The integration of deep learning and artificial intelligence (AI) into medical diagnostics has transformed the healthcare landscape, enabling accurate and efficient disease detection. Cardiovascular diseases, a leading cause of global mortality, demand early diagnosis to improve patient outcomes and reduce healthcare costs. Traditional diagnostic techniques, including imaging and invasive procedures, require significant expertise and are often inaccessible in resource-limited settings. This research explores the potential of 1D Convolutional Neural Networks (CNNs) to address these challenges by automating heart sound classification with high accuracy and cost efficiency.. Various cardiovascular problems, such as coronary artery disease, heart valve diseases, heart failure, and arrhythmias, are diagnosed using traditional medical imaging methods. However, the cost and expertise of these methods limit widespread access.
Deep learning models, such as Convolutional Neural Networks (CNNs), have demonstrated high performance across a range of domains, including morphological classification of galaxies using SpinalNet, image-to-image transformations for AI-driven image generation, advanced air quality prediction, and predicting hospital re-admissions in diabetes patients through machine and deep learning approaches [1,2,3,4]. These applications highlight the versatility and effectiveness of deep learning techniques in handling complex datasets and automating decision-making processes.
In the context of medical diagnostics, there are many studies in the literature where CNNs have been successful in classifying abnormal and normal heart sound signals. These studies usually use sound attributes such as MFCC or spectrograms processed in the time-frequency domain. 1D Convolutional Neural Networks (CNN) can automate the diagnostic process of heart diseases by extracting attributes from heart sounds, significantly improving accessibility in this area.

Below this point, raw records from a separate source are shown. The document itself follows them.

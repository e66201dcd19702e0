/**
 * What the page and its worker say to one another. Every question carries an id; the worker answers each exactly once,
 * with progress in between. Inputs are copied, never transferred: the page keeps its own.
 */
import type { Result } from '../../base/result.ts'
import type { Progress } from '../../base/steps.ts'
import type { Brief } from '../../plan/project/brief.ts'
import type { NamedFile, Options } from '../../plan/project/options.ts'
import type { ReadAnswer } from '../run.ts'
import type { Request } from '../request.ts'
import type { OutputFile } from '../files.ts'
import type { AppliedCure, CureList, FrozenReason, LiveBalance, LiveDensities, MirrorLine, OneWayTold, Release, Way } from '../session.ts'
import type { Answer } from '../../roof/answer/answer.ts'
import type { Cure } from '../../roof/answer/cure.ts'

/** What each question holds and what comes back for it. */
export interface Questions {
  /** Reads a drawing. */
  read: { ask: Request; tell: Result<ReadAnswer> }
  /** Takes a plan as the one that `answer`, `ways` and `files` speak of; `plan` is the page's number for it. */
  base: { ask: { plan: number; read: ReadAnswer['readPlan']; name: string }; tell: Result<null> }
  /** `target`: heights that take the place of the drawing's own. */
  answer: { ask: { plan: number; brief: Brief; options: Options; target: Float64Array | null }; tell: Result<Omit<Answer, 'plan'>> }
  /** The independent ways left under the brief of the last answer, smoothest first. */
  ways: { ask: { plan: number; count: number }; tell: Result<readonly Way[]> }
  /** Why a joint cannot fold in any roof of the last answer; null: it can. */
  frozen: { ask: { plan: number; joint: number }; tell: Result<FrozenReason | null> }
  /** What letting go of one condition of the last answer would give. */
  releases: { ask: { plan: number }; tell: Result<readonly Release[]> }
  /** What it takes where the last answer is not a plain yes, and one of these applied. */
  cures: { ask: { plan: number }; tell: Result<CureList> }
  applied: { ask: { plan: number; cure: Pick<Cure, 'code' | 'name'> }; tell: Result<AppliedCure> }
  /** Whether joints can all fold one way. */
  oneWay: { ask: { plan: number; joints: 'all' | readonly string[] }; tell: Result<OneWayTold> }
  /** The plan that densities balance. */
  balance: { ask: { plan: number; brief: Brief; densities: LiveDensities }; tell: Result<LiveBalance> }
  /** Lines that the plan is symmetric about. */
  mirrors: { ask: { plan: number }; tell: Result<readonly MirrorLine[]> }
  /** Heights of a second surface over the nodes of the plan. */
  surface: { ask: { plan: number; file: NamedFile }; tell: Result<Float64Array> }
  /** Files of the last answer. */
  files: { ask: { plan: number; csv: 'comma' | 'semicolon' }; tell: Result<readonly OutputFile[]> }
}

export type Kind = keyof Questions

export type ToWorker =
  | { readonly [K in Kind]: { readonly id: number; readonly kind: K; readonly ask: Questions[K]['ask'] } }[Kind]
  | { readonly kind: 'cancel'; readonly id: number }

export type FromWorker =
  | { readonly kind: 'progress'; readonly id: number; readonly progress: Progress }
  | { readonly kind: 'told'; readonly id: number; readonly tell: unknown }
  | { readonly kind: 'bug'; readonly id: number; readonly message: string }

This study focuses on the diagnosis and management of heart diseases and aims to investigate the potential of CNN models while highlighting advances in this field.

Findings

In this study, the deep learning model developed to classify normal and abnormal heart sounds was evaluated by a cross-validation method. The performance of the model was evaluated on the basis of loss function, accuracy, sensitivity, originality, F1 score and ROC AUC values in each training and test cycle. The findings show that the model is able to successfully detect abnormal heart sounds and accurately classify normal heart sounds. These results indicate that deep learning techniques may be an effective method for automatic classification of heart sounds.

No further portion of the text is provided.